What could have happened in a nuclear war scenario is best seen by the tragic results of Hiroshima on August 6, 1945, in the dead, the wounded, and those later dead or wounded from blast, fire, and radiation effects, some years or decades afterward, and on some born a generation later. The explosion, radiation pollution, long-term effects, and the political embarrassment of the Soviet Union’s Chernobyl accident in April 1986 further taught a newer generation the inherent dangers of nuclear science, even in peace. If such careless accidents in the peaceful use of nuclear science could cause such mayhem and damage to people and earth, what about political irrationality and carelessness involving the actual use of nuclear weapons in a hot war?
Thus is the setting theme of Rhodes’ examination of the US-Soviet diplomacy in the 1980s for nuclear arms control and reduction, to make the world safer beyond the excessive reliance for national security on nuclear weapons. For in the end, for a weapon that could not ever be used, if used it could do nothing but destroy civilization if political and military leaders could not keep an exchange limited or negotiate a cease-fire before too late. What would be the odds of survival?
Interplayed between Ronald Reagan’s Messianic belief in being a peacemaker, and avoiding biblical Armageddon by eliminating nuclear weapons, and on the other side, Mikhail Gorbachev’s liberal reform of Soviet society by increasing material consumption at the expense of the Soviet Union’s unhelpful defense budget, Rhodes in pop-history style more than adequately describes the tortuous diplomacy to end the Cold War via dismantling nuclear arsenals. The most intensive exchange of proposals, negotiating formulas, near-misses, and the end-stage of the Cold War, including the October 1986 Reykjavik summit, Rhodes describes in non-technical, conversational detail.

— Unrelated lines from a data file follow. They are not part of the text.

import { createHash, createPublicKey, sign, type KeyObject } from 'node:crypto'
import canonicalize from 'canonicalize'
import type { CertificateStatement } from '#shared/certificates/statement'
import { settings } from '../../settings'

/** There is no key in this installation, so nothing can be signed. */
export class SigningUnavailable extends Error {}

/** A public key as RFC 8037 writes it; `kid` is the first 16 hexadecimal digits of the SHA-256 of its 32 bytes. */
export interface PublishedKey { kty: 'OKP', crv: 'Ed25519', use: 'sig', alg: 'EdDSA', kid: string, x: string }

function publishedKey(key: KeyObject): PublishedKey {
  const { x } = createPublicKey({ key: key.type === 'private' ? key.export({ format: 'pem', type: 'pkcs8' }) : key.export({ format: 'pem', type: 'spki' }) }).export({ format: 'jwk' })
  const kid = createHash('sha256').update(Buffer.from(x!, 'base64url')).digest('hex').slice(0, 16)
  return { kty: 'OKP', crv: 'Ed25519', use: 'sig', alg: 'EdDSA', kid, x: x! }
}

/** All keys that certificates of this installation were signed with, the present one first. */
export function publishedKeys(): PublishedKey[] {
  const { signingKey, oldPublicKeys } = settings()
  return [...(signingKey ? [signingKey] : []), ...oldPublicKeys].map(publishedKey)
}

/** The bytes that are signed: canonical JSON (RFC 8785), UTF-8. */
export function signedBytes(statement: CertificateStatement): Buffer {
  return Buffer.from(canonicalize(statement)!, 'utf8')
}

/**
 * Ed25519 (RFC 8032) over the canonical statement.
 *
 * @throws SigningUnavailable where the installation has no key.
 */
export function signStatement(statement: CertificateStatement): { signature: Buffer, keyId: string } {
  const { signingKey } = settings()
  if (!signingKey) throw new SigningUnavailable('no signing key')
  return { signature: sign(null, signedBytes(statement), signingKey), keyId: publishedKey(signingKey).kid }
}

Whereas the Soviet Union in 1982 firmly believed the US was about to initiative a surprise nuclear first-strike to disable Soviet defenses, and later believed Reagan’s “Star Wars” space-based anti-missile defenses posed a further escalation in nuclear inventories, and political instability, Rhodes’ book leaves one wondering how the world survived humanity’s prime causes of war–fear and greed–without nuclear holocaust.

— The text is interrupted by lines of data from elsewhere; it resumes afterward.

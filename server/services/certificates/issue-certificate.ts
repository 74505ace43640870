import { randomBytes } from 'node:crypto'
import type { CertificateRow } from '#shared/api/certificates'
import type { ReadingDetail } from '#shared/api/readings'
import { CODE_BYTES, codeOf } from '#shared/certificates/code'
import { certificateStatement, type CertificateStatement, type CertifiedInstrument, type Issuer } from '#shared/certificates/statement'
import { withOrganisationBulk, type BulkTransaction } from '../../database/tenancy'
import { appendAuditEvent } from '../audit/append-event'
import { uuidV7 } from '../ids/uuid-v7'
import { getReading } from '../readings/get-reading'
import type { Scope } from '../readings/reading-filters'
import { CertificateWithdrawn } from './certificates.errors'
import { certificatesOfReading } from './certificates.queries'
import { signStatement } from './signing'

/** Who issues: a person, or a device's token. */
export type IssuerId = { kind: 'person', id: string } | { kind: 'device', id: string }

/** A reading that is judged anew this often in the moment of a request is a fault, not a race. */
const MOST_TRIES = 5

/**
 * Issues the certificate of a reading's current revision, or finds the one there is.
 *
 * @returns null where there is no such reading that the caller may see.
 * @throws SigningUnavailable without a key, CertificateWithdrawn where this revision's was withdrawn.
 */
export async function issueCertificate(scope: Scope, readingId: string, issuer: IssuerId, now: Date): Promise<{ row: CertificateRow, isNew: boolean } | null> {
  for (let tries = 0; tries < MOST_TRIES; tries++) {
    const reading = await getReading(scope, readingId)
    if (!reading) return null
    const done = await withOrganisationBulk(scope.organisationId, tx => issueInTransaction(tx, scope.organisationId, reading, issuer, now))
    if (done === 'changed') continue
    const found = (await certificatesOfReading(scope, readingId))?.find(({ row }) => row.readingRevision === reading.revision)
    if (!found) return null
    if (found.row.state === 'withdrawn') throw new CertificateWithdrawn('withdrawn')
    return { row: found.row, isNew: done === 'issued' }
  }
  throw new Error(`Reading ${readingId} changed ${MOST_TRIES} times while its certificate was issued.`)
}

async function issueInTransaction(tx: BulkTransaction, organisationId: string, reading: ReadingDetail, issuer: IssuerId, now: Date): Promise<'issued' | 'there' | 'changed'> {
  const shopId = reading.shop.id
  await tx`insert into certificate_counters (organisation_id, shop_id) values (${organisationId}, ${shopId}) on conflict do nothing`
  // Certificates of a shop follow one another from here on: a number is used, or goes back with the transaction.
  const [counter] = await tx<{ last_number: number }[]>`select last_number from certificate_counters where organisation_id = ${organisationId} and shop_id = ${shopId} for update`
  const there = await tx`select 1 from certificates where organisation_id = ${organisationId} and reading_id = ${reading.id} and reading_revision = ${reading.revision}`
  if (there.length > 0) return 'there'
  const [current] = await tx<{ revision: number }[]>`select revision from readings where organisation_id = ${organisationId} and sampled_at = ${reading.sampledAt} and id = ${reading.id} for share`
  if (current?.revision !== reading.revision) return 'changed'

  const number = counter!.last_number + 1
  const id = uuidV7(now.getTime())
  const statement = asStored(certificateStatement(reading, {
    number,
    code: codeOf(randomBytes(CODE_BYTES)),
    issuedAt: now,
    issuedBy: await issuerOf(tx, organisationId, issuer),
    organisation: (await tx<{ name: string, demo: boolean }[]>`select name, demo from organisations where organisation_id = ${organisationId}`)[0]!,
    instrument: await instrumentOf(tx, organisationId, reading.instrument?.id ?? null),
  }))
  const { signature, keyId } = signStatement(statement)
  await tx`
    insert into certificates (organisation_id, id, shop_id, number, reading_id, reading_revision, code, issued_at, issued_by, content, signature, key_id)
    values (${organisationId}, ${id}, ${shopId}, ${number}, ${reading.id}, ${reading.revision}, ${statement.code}, ${now}, ${`${issuer.kind}:${issuer.id}`}, ${tx.json(statement as never)}, ${signature}, ${keyId})`
  await tx`update certificate_counters set last_number = ${number} where organisation_id = ${organisationId} and shop_id = ${shopId}`
  await appendAuditEvent(tx, {
    organisationId, at: now, actor: `${issuer.kind}:${issuer.id}`, action: 'certificate.issued', entityKind: 'certificate', entityId: id,
    detail: { shopId, number, readingId: reading.id, revision: reading.revision, keyId, signature: signature.toString('base64url') },
  })
  return 'issued'
}

/** Members without a value are gone once it was stored, so what is signed must be without them too. */
const asStored = (statement: CertificateStatement): CertificateStatement => JSON.parse(JSON.stringify(statement)) as CertificateStatement

async function issuerOf(tx: BulkTransaction, organisationId: string, issuer: IssuerId): Promise<Issuer> {
  const [found] = issuer.kind === 'person'
    ? await tx<Issuer[]>`select name, certification from people where organisation_id = ${organisationId} and id = ${issuer.id}`
    : await tx<Issuer[]>`select 'Device token ' || name as name, null as certification from device_tokens where organisation_id = ${organisationId} and id = ${issuer.id}`
  return { name: found!.name, certification: found!.certification }
}

async function instrumentOf(tx: BulkTransaction, organisationId: string, id: string | null): Promise<CertifiedInstrument | null> {
  if (id === null) return null
  const [found] = await tx<{ serial: string, model: string, due: Date | null }[]>`
    select serial, model, calibration_due_at as due from instruments where organisation_id = ${organisationId} and id = ${id}`
  return found ? { serial: found.serial, model: found.model, calibrationDueAt: found.due?.toISOString() ?? null } : null
}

In startling theater, including Reagan’s Hollywood-style walk out from the Reykjavik meeting with Gorbachev while they negotiated a ten-year plan to eliminate ALL nuclear weapons, Rhodes adds an important perspective for average readers to understand the events, the protagonists, and the antagonists who kept nuclear weapons in our life. Not surprisingly, those individuals in the US Government in the 1980s who fought to keep the weapons around and use them in war if necessary, returned to prominence in the early 21st Century to dominate Bush Administration policy in the new wave of national security through fear via the war on the terrorists. Such go the cycles of national security politics.